夫は義母に
それからしばらくして、結婚式で流すプロフィールムービー用の写真を選ぶために春美たちは再び雅史の実家を訪れた。
楽しいイベントのはずなのに、玄関を開けた瞬間、あの緊張感が体にまとわりつく。
雅史のアルバムからいくつか写真をピックアップしたあと、みんなでリビングに座ってお茶を飲んでいると、芙美子はにこやかな笑顔を浮かべながら、さっそく口を開いた。

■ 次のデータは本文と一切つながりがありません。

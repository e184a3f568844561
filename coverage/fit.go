package coverage

import (
	"fmt"
	"io"
	"math"
	"sort"

	"tracelift/axis"
)

// isAngle reports whether a measure is an axis in degrees (its picture
// share stops at 180° and its interval at a whole turn).
func isAngle(measure string) bool { return measure == "qrs_deg" }

// bounds is the 90 % interval the pipeline states for m on the page of
// c under model (axis.Measure's arithmetic, from the shares recorded in
// m): symmetric about the value, stretched to hold the reading at the
// other time scale when that is in doubt (axis.WidenForTimeScale).
func bounds(measure string, m Meas, c Case, model axis.PictureModel) (lo, hi float64) {
	p := pictureSD(measure, m, c, model)
	h := axis.Z90 * math.Hypot(m.EngineSD, p)
	if isAngle(measure) && h > 180 {
		h = 180
	}
	lo, hi = m.Est-h, m.Est+h
	if c.Doubts.TimeScale() {
		lo, hi = axis.WidenForTimeScale(measure, m.Est, lo, hi, c.Doubts.TimeRatio)
	}
	return lo, hi
}

func pictureSD(measure string, m Meas, c Case, model axis.PictureModel) float64 {
	pic := c.Page
	pic.Model = &model
	p := pic.Factor(measure, c.MeanConf, c.Doubts) * model.Size(measure) * m.Unit
	if isAngle(measure) {
		p = math.Min(180, p)
	}
	return p
}

// Restate returns the cases with every interval (and picture share)
// stated as the pipeline would under model, without tracing the pages
// again: the model changes the intervals only.
func Restate(cases []Case, model axis.PictureModel) []Case {
	out := make([]Case, len(cases))
	for i, c := range cases {
		c.Meas = map[string]Meas{}
		for name, m := range cases[i].Meas {
			m.Lo, m.Hi = bounds(name, m, c, model)
			m.PictureSD = pictureSD(name, m, c, model)
			c.Meas[name] = m
		}
		out[i] = c
	}
	return out
}

// score is the interval score of [lo, hi] for the truth of m (on the
// circle for an angle, whose intervals are symmetric).
func score(measure string, m Meas, lo, hi float64) float64 {
	if isAngle(measure) {
		h := (hi - lo) / 2
		return 2*h + 20*math.Max(0, math.Abs(m.Err(measure))-h)
	}
	return hi - lo + 20*(math.Max(0, lo-m.Truth)+math.Max(0, m.Truth-hi))
}

// FactPenalty charges the width a page's facts add once more, on top of
// the interval score's own charge, so that a fact must pay for itself
// over more pages before it earns a weight (shrinkage against fitting
// the few pages of one seed).
var FactPenalty = 0.0

// fitGroups are the measures fitted together: each sets one size and one
// set of weights (QTc takes QT's).
var fitGroups = [][]string{{"heart_rate_bpm"}, {"pr"}, {"qrs"}, {"qt", "qtc_bazett"}, {"qrs_deg"}}

// FitPage fits the picture model to the readable cases: for each group
// of measures the size and the weights of the page's facts that minimise
// the mean interval score of the 90 % interval (Gneiting and Raftery
// 2007, eq. 43: its width plus 2/α = 20 times the distance by which it
// misses the truth; a proper score, so the fitted intervals are neither
// wider nor narrower than the errors need), then the size alone set so
// that the intervals hold the truth in share of the cases. Weights stay
// at 0 or above: a fact can only widen an interval. The P and T sizes
// are kept from model; their weights become the QRS axis's.
func FitPage(cases []Case, model axis.PictureModel, share float64) axis.PictureModel {
	out := model
	for _, g := range fitGroups {
		type row struct {
			name string
			m    Meas
			c    Case
		}
		var rows []row
		for _, c := range cases {
			if !Readable(c) || !c.Page.Digitized {
				continue
			}
			for _, name := range g {
				if m, ok := c.Meas[name]; ok {
					rows = append(rows, row{name, m, c})
				}
			}
		}
		if len(rows) == 0 {
			continue
		}
		set := func(md *axis.PictureModel, s float64, w axis.PageWeights) {
			switch g[0] {
			case "heart_rate_bpm":
				md.HRPercent, md.HR = s, w
			case "pr":
				md.PRMS, md.PR = s, w
			case "qrs":
				md.QRSMS, md.QRS = s, w
			case "qt":
				md.QTMS, md.QT = s, w
			default:
				md.QRSAreaMVMS, md.Axis = s, w
			}
		}
		decode := func(x []float64) (float64, axis.PageWeights) {
			var w [axis.PageFacts]float64
			for i := range w {
				w[i] = x[1+i] * x[1+i]
			}
			return math.Exp(x[0]), axis.WeightsFrom(w)
		}
		mean := func(x []float64) float64 {
			md := out
			s, w := decode(x)
			set(&md, s, w)
			var sum float64
			for _, r := range rows {
				lo, hi := bounds(r.name, r.m, r.c, md)
				sum += score(r.name, r.m, lo, hi)
				if FactPenalty > 0 {
					pic := r.c.Page
					pic.Model = &md
					sum += FactPenalty * 2 * axis.Z90 * (pic.Factor(r.name, r.c.MeanConf, r.c.Doubts) - 1) * s * r.m.Unit
				}
			}
			return sum / float64(len(rows))
		}
		// Starts: the model's own weights and none, each at the model's
		// size and at an eighth to twice it (the score has local minima
		// where a small size and large weights trade against a large size
		// and small ones).
		start := func(s float64, w axis.PageWeights) []float64 {
			x := []float64{math.Log(math.Max(1e-3, s))}
			for _, v := range w.Slice() {
				x = append(x, math.Sqrt(math.Max(0, v)))
			}
			return x
		}
		s0 := out.Size(g[0])
		best, bestF := start(s0, out.Weights(g[0])), math.Inf(1)
		for _, sm := range []float64{0.125, 0.25, 0.5, 1, 2} {
			for _, w := range []axis.PageWeights{out.Weights(g[0]), {}} {
				if x, f := patternSearch(mean, start(sm*s0, w)); f < bestF {
					best, bestF = x, f
				}
			}
		}
		s, w := decode(best)
		set(&out, s, w)
		// The size for the share, the weights held.
		cover := func(s float64) float64 {
			md := out
			set(&md, s, w)
			n := 0
			for _, r := range rows {
				m := r.m
				m.Lo, m.Hi = bounds(r.name, r.m, r.c, md)
				if covered(r.name, m) {
					n++
				}
			}
			return float64(n) / float64(len(rows))
		}
		lo, hi := 0.0, 1000*math.Max(s, 1e-3)
		for k := 0; k < 60; k++ {
			mid := (lo + hi) / 2
			if cover(mid) < share {
				lo = mid
			} else {
				hi = mid
			}
		}
		set(&out, hi, w)
	}
	return out
}

// HalfWidths writes the median half-width of the 90 % intervals by
// measurement and condition over the pages that may be read.
func HalfWidths(w io.Writer, cases []Case, conds []string) {
	groups := append(append([]string(nil), conds...), "all")
	fmt.Fprintf(w, "median half-width of the 90 %% intervals (bpm, ms, degrees)\n%-10s", "condition")
	for _, m := range Measures {
		fmt.Fprintf(w, " %14s", m)
	}
	fmt.Fprintln(w)
	for _, g := range groups {
		fmt.Fprintf(w, "%-10s", g)
		for _, name := range Measures {
			var hs []float64
			for _, c := range cases {
				if m, ok := c.Meas[name]; ok && Readable(c) && (g == "all" || c.Condition == g) {
					hs = append(hs, (m.Hi-m.Lo)/2)
				}
			}
			med := math.NaN()
			if len(hs) > 0 {
				sort.Float64s(hs)
				med = hs[len(hs)/2]
				if len(hs)%2 == 0 {
					med = (hs[len(hs)/2-1] + hs[len(hs)/2]) / 2
				}
			}
			fmt.Fprintf(w, " %14.2f", med)
		}
		fmt.Fprintln(w)
	}
}

// patternSearch minimises f from x0 by compass search (Kolda, Lewis and
// Torczon 2003): each coordinate is moved by ±step while that lowers f,
// and the step is halved when no move does. It needs no gradient, which
// the interval score (piecewise linear) lacks.
func patternSearch(f func([]float64) float64, x0 []float64) ([]float64, float64) {
	x := append([]float64(nil), x0...)
	fx := f(x)
	for step := 1.0; step > 1e-3; {
		moved := false
		for i := range x {
			for _, d := range []float64{step, -step} {
				y := append([]float64(nil), x...)
				y[i] += d
				if fy := f(y); fy < fx-1e-12 {
					x, fx, moved = y, fy, true
					break
				}
			}
		}
		if !moved {
			step /= 2
		}
	}
	return x, fx
}
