// The pipeline's pass over a capture file for calibrate and replay, with its
// analyses (capture-analyses.ts: periodic error, radius residual, the series the report draws), in line or on a
// worker thread. Constant memory for any file length.

import {
  createChannelPipeline,
  createHarmonicCorrection,
  createAnalysisSchedule,
  adcMidScale,
  type AdcFormat,
  type AlarmEvent,
  type AlarmKind,
  type ChannelParameters,
  type EllipseCalibration,
  type PhaseHarmonics,
  type ModelWatchOptions,
  type PipelineOutput,
  type SpeedLimits,
  type UnwrapMethod,
} from '../src/core/index.js';
import { createPipeline } from '../src/accel/index.js';
import { keepCaptureParts, openCapture, openCaptureParts, type CaptureInfo, type KeptParts, type OpenCaptureOptions } from '../src/io/capture/index.js';
import type { ResultWriter } from '../src/io/results/index.js';
import {
  CAPTURE_BLOCK_SAMPLES,
  MAX_SPANS,
  PART_READ_BYTES,
  createBlockOutput,
  createCaptureAnalyses,
  createFigureSampler,
  joinAnalyses,
  type AnalysisConfig,
  type AnalysisName,
  type AnalysisResults,
  type BlockOutput,
} from './capture-analyses.js';
import { analysesInLine, analysisThreadAvailable, createRingMemory, startAnalysisThread, type AnalysisThread } from './capture-analysis-thread.js';
import type { Progress } from './progress.js';

export { CAPTURE_BLOCK_SAMPLES, type Envelope, type PeriodicErrorResult } from './capture-analyses.js';

/** The core's ADC format for a capture: from the file (header or `adc` metadata), else int16 for int16 WAV, else none stated. */
export function adcOf(info: CaptureInfo): { adc: AdcFormat; stated: boolean } {
  return info.adc === null ? { adc: { kind: 'float', fullScale: Number.MAX_VALUE }, stated: false } : { adc: info.adc, stated: true };
}

export interface MeasureSettings {
  readonly wavelengthM: number;
  readonly fold: number;
  readonly refractiveIndex: number;
  readonly bandwidthHz?: number;
  readonly unwrap?: UnwrapMethod;
  /** Factor applied to positions and velocities, e.g. the normalisation to 20 °C; default 1. */
  readonly lengthScale?: number;
}

export interface AlarmSpan {
  readonly kind: AlarmKind;
  readonly startS: number;
  /** NaN while still active at the end of the capture. */
  readonly endS: number;
}

/**
 * Whether the raw outputs' zero lies outside their figure, so the phase about it is no fringe phase: two outputs by the
 * ellipse, three or four by each output's own offset and amplitude (their pair is power-normalised, centred on zero).
 */
function unipolar(layout: readonly ChannelParameters[] | undefined, calibration: EllipseCalibration, mid: number): boolean {
  if (layout !== undefined) return layout.some((c) => Math.abs(c.offset - mid) > c.amplitude);
  return Math.abs(calibration.offsetX - mid) > calibration.amplitudeX || Math.abs(calibration.offsetY - mid) > calibration.amplitudeY;
}

/** Why "before" means nothing for this capture, else null. */
function beforeNotApplicable(layout: readonly ChannelParameters[] | undefined, calibration: EllipseCalibration, mid: number): string | null {
  return unipolar(layout, calibration, mid)
    ? 'the signals are unipolar (DC-coupled): the zero of the converter lies outside the figure, so the phase about it is not a fringe phase'
    : null;
}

「そう言えば、式のドレスはどうするの? 知り合いのデザイナーを紹介しましょうか?」
「ありがとうございます……でも私、着たいドレスがあって……」
春美がブライダルショップに下見に行ったときの画像を見せると、芙美子は薄く笑った。
「うーん、春美さんにこのドレスはどうかしら? 綺麗に着たいなら、あと10キロは落とさないとね。当日、パンパンだったらみっともないわよ」
あからさまな言葉に、胸の奥がちくりと痛んだ。思わず身体を固くしたとき、隣にいる雅史の手が、そっと春美に触れた。
「母さん、自分の考えを俺たちに押し付けないでくれ」
雅史の声が、静かに、でもはっきりと響いた。
「これからのことは、俺たちで決める。母さんのアドバイスはいらない」
「私は、何も意地悪で言ってるわけじゃない。あなたたちがよそで恥をかかないように……」
「余計なお世話だよ」
リビングの空気が、一瞬で凍りついた。芙美子が驚いた顔で雅史を見た。
「何を……」
「俺は、春美と一緒に自由に生きたい。見た目とか、周りの目とか、そんなものに縛られないで。だから、もう母さんの言葉に左右されるつもりはないよ」
言葉は決して荒くなかったが、その中に揺るぎない決意が込められていた。芙美子は何か言いたげだったが、結局何も言わずに、そっと視線をそらした。その沈黙が、雅史の言葉の重みを証明していた。